Seit Wochen versuche ich vergeblich eine email von einer JSP-Seite zu verschicken.

Ich habe in mehreren Foren nach Informationen gesucht und verschiedenste Code-Schnippsel
zusammengetragen, bekomme aber fast genausoviel Fehlermeldungen wie Code-Schnippsel, wie
"User not in list of allowed recipients", "Could not connect to SMTP host: localhost", ...  

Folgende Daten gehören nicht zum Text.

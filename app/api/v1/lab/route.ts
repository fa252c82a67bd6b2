import { isDeepStrictEqual } from "node:util";
import { handle } from "@/app/_server/handle";
import { toLab } from "@/app/_server/views/people";
import { recordEvent } from "@/db/queries/audit";
import { getLab as getRow, lockLab, updateLab as updateRow } from "@/db/queries/labs";
import { getLab, updateLab } from "@/lib/api/labs";
import { AppError } from "@/lib/errors/app-error";

export const GET = handle(getLab, ({ inLab, scope }) =>
  inLab(async (trx) => toLab(await getRow(trx, scope.labId))),
);

export const PATCH = handle(updateLab, ({ inLab, scope, body }) =>
  inLab(async (trx) => {
    const { was, ...change } = body;
    const { name, time_zone: timeZone, settings } = change;
    if (was !== undefined) {
      const now = toLab(await lockLab(trx, scope.labId));
      const seen = { name: now.name, time_zone: now.time_zone, settings: now.settings };
      if (!isDeepStrictEqual(seen, was)) {
        throw new AppError(
          "conflict.changed",
          "Somebody changed the settings of the lab meanwhile. Look at theirs, then decide.",
        );
      }
    }
    await updateRow(trx, scope.labId, { name, timeZone, settings });
    await recordEvent(trx, scope, {
      act: "lab.changed",
      subjectType: "lab",
      subjectId: scope.labId,
      details: change,
    });
    return toLab(await getRow(trx, scope.labId));
  }),
);
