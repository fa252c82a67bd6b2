"use client";

import { useState, type SyntheticEvent } from "react";
import type { MakerComment, PublicationView } from "@/lib/api/publications";
import { toSlug } from "@/lib/publication/addresses";
import { Button } from "../parts/button";
import { Checkbox } from "../parts/checkbox";
import { Field, TextArea, TextInput } from "../parts/field";
import { usePublish, type PublishBody } from "../queries/publications";

interface PublishFormProps {
  seriesId: string;
  /** The newest revision; null before the first. */
  latest: PublicationView | null;
  comments: readonly MakerComment[];
}

/** What the reviewer adds; the figures come from the signed analysis alone. */
export function PublishForm({ seriesId, latest, comments }: PublishFormProps) {
  const publish = usePublish(seriesId);
  const [fault, setFault] = useState<string | null>(null);
  const said = comments.at(-1);
  const send = (event: SyntheticEvent<HTMLFormElement>): void => {
    event.preventDefault();
    const body = readPublishForm(new FormData(event.currentTarget));
    if (typeof body === "string") {
      setFault(body);
      return;
    }
    setFault(null);
    publish.mutate(body);
  };
  const problem = fault ?? publish.error?.message ?? null;
  return (
    <form onSubmit={send} className="space-y-4" aria-labelledby="publish">
      <h2 id="publish">{latest === null ? "Publish" : "Publish a correction"}</h2>
      <p className="text-small text-ink-2">
        {latest === null
          ? "A revision is never changed in place; corrections are new revisions."
          : `Revision ${latest.revision} stays at its address and says what replaced it.`}
      </p>
      {latest !== null && (
        <Field label="what changed, for readers">
          {(props) => (
            <TextArea {...props} name="change_note" required minLength={3} maxLength={1000} />
          )}
        </Field>
      )}
      <Field
        label="who supplied the unit"
        hint="For example: bought by the lab, lent by the maker."
      >
        {(props) => (
          <TextInput {...props} name="supplied_by" required minLength={3} maxLength={200} />
        )}
      </Field>
      <Field
        label="your words to readers"
        hint="They stand under the figures; a blank line parts paragraphs."
      >
        {(props) => <TextArea {...props} name="words" rows={4} maxLength={5000} />}
      </Field>
      {latest === null && (
        <>
          <Field
            label="address, last part"
            hint="Small letters, figures and hyphens; empty: the model's name."
          >
            {(props) => <TextInput {...props} name="slug" figures maxLength={80} />}
          </Field>
          <Field label="embargo until" hint="Your own time; empty: out at once.">
            {(props) => <TextInput {...props} name="embargo" type="datetime-local" figures />}
          </Field>
        </>
      )}
      <fieldset className="space-y-3 border-t border-rule pt-3">
        <legend className="figures float-left mb-2 w-full text-label font-medium text-ink-2">
          the maker&rsquo;s statement, beside the result
        </legend>
        <Field label="name" className="clear-both">
          {(props) => (
            <TextInput {...props} name="maker_name" maxLength={200} defaultValue={said?.name} />
          )}
        </Field>
        <Field label="words" hint="Both empty: none is printed.">
          {(props) => (
            <TextArea
              {...props}
              name="maker_words"
              rows={3}
              maxLength={5000}
              defaultValue={said?.words}
            />
          )}
        </Field>
        <Field label="the lab's answer">
          {(props) => (
            <TextArea
              {...props}
              name="answer"
              rows={2}
              maxLength={5000}
              defaultValue={said?.answer ?? ""}
            />
          )}
        </Field>
      </fieldset>
      <Checkbox name="evidence" defaultChecked={latest?.evidence_public ?? false}>
        Give readers the recordings and decisions, so that they can check the result themselves
      </Checkbox>
      <Checkbox name="check" required>
        I have read the answer beside as readers will see it
      </Checkbox>
      {problem !== null && (
        <p role="alert" className="text-fault">
          {problem}
        </p>
      )}
      <Button type="submit" tone="decision" size="form" busy={publish.isPending}>
        {latest === null ? "Publish" : `Publish revision ${latest.revision + 1}`}
      </Button>
    </form>
  );
}

const text = (form: FormData, name: string): string => {
  const value = form.get(name);
  return typeof value === "string" ? value.trim() : "";
};

/** @returns what to send, or what is missing. */
export function readPublishForm(form: FormData): PublishBody | string {
  const [makerName, makerWords] = [text(form, "maker_name"), text(form, "maker_words")];
  if ((makerName === "") !== (makerWords === "")) {
    return "The maker's statement needs a name and words, or neither.";
  }
  const slug = text(form, "slug");
  if (slug !== "" && slug !== toSlug(slug)) {
    return `The address takes small letters, figures and hyphens, for example ${toSlug(slug)}.`;
  }
  const embargo = text(form, "embargo");
  const note = text(form, "change_note");
  const answer = text(form, "answer");
  return {
    words: text(form, "words"),
    supplied_by: text(form, "supplied_by"),
    maker_statement: makerName === "" ? null : { name: makerName, words: makerWords },
    answer_to_maker: makerName === "" || answer === "" ? null : answer,
    ...(slug === "" ? {} : { slug }),
    embargo_until: embargo === "" ? null : new Date(embargo).toISOString(),
    change_note: note === "" ? null : note,
    evidence_public: text(form, "evidence") !== "",
  };
}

Bevor ich hier jetzt meine verschiedenen und _verhunzten_ JSP-Seiten code, möchte
ich fragen ob hier nicht jemand, für so eine Allerweltsaufgabe, ein einfaches, kleines Stück
Code posten kann das *einfach nur funktioniert*  :bahnhof: 

Bisher habe ich die Archive "activation.jar", "mail.jar" und "pop3.jar" auf den Server gespeichert.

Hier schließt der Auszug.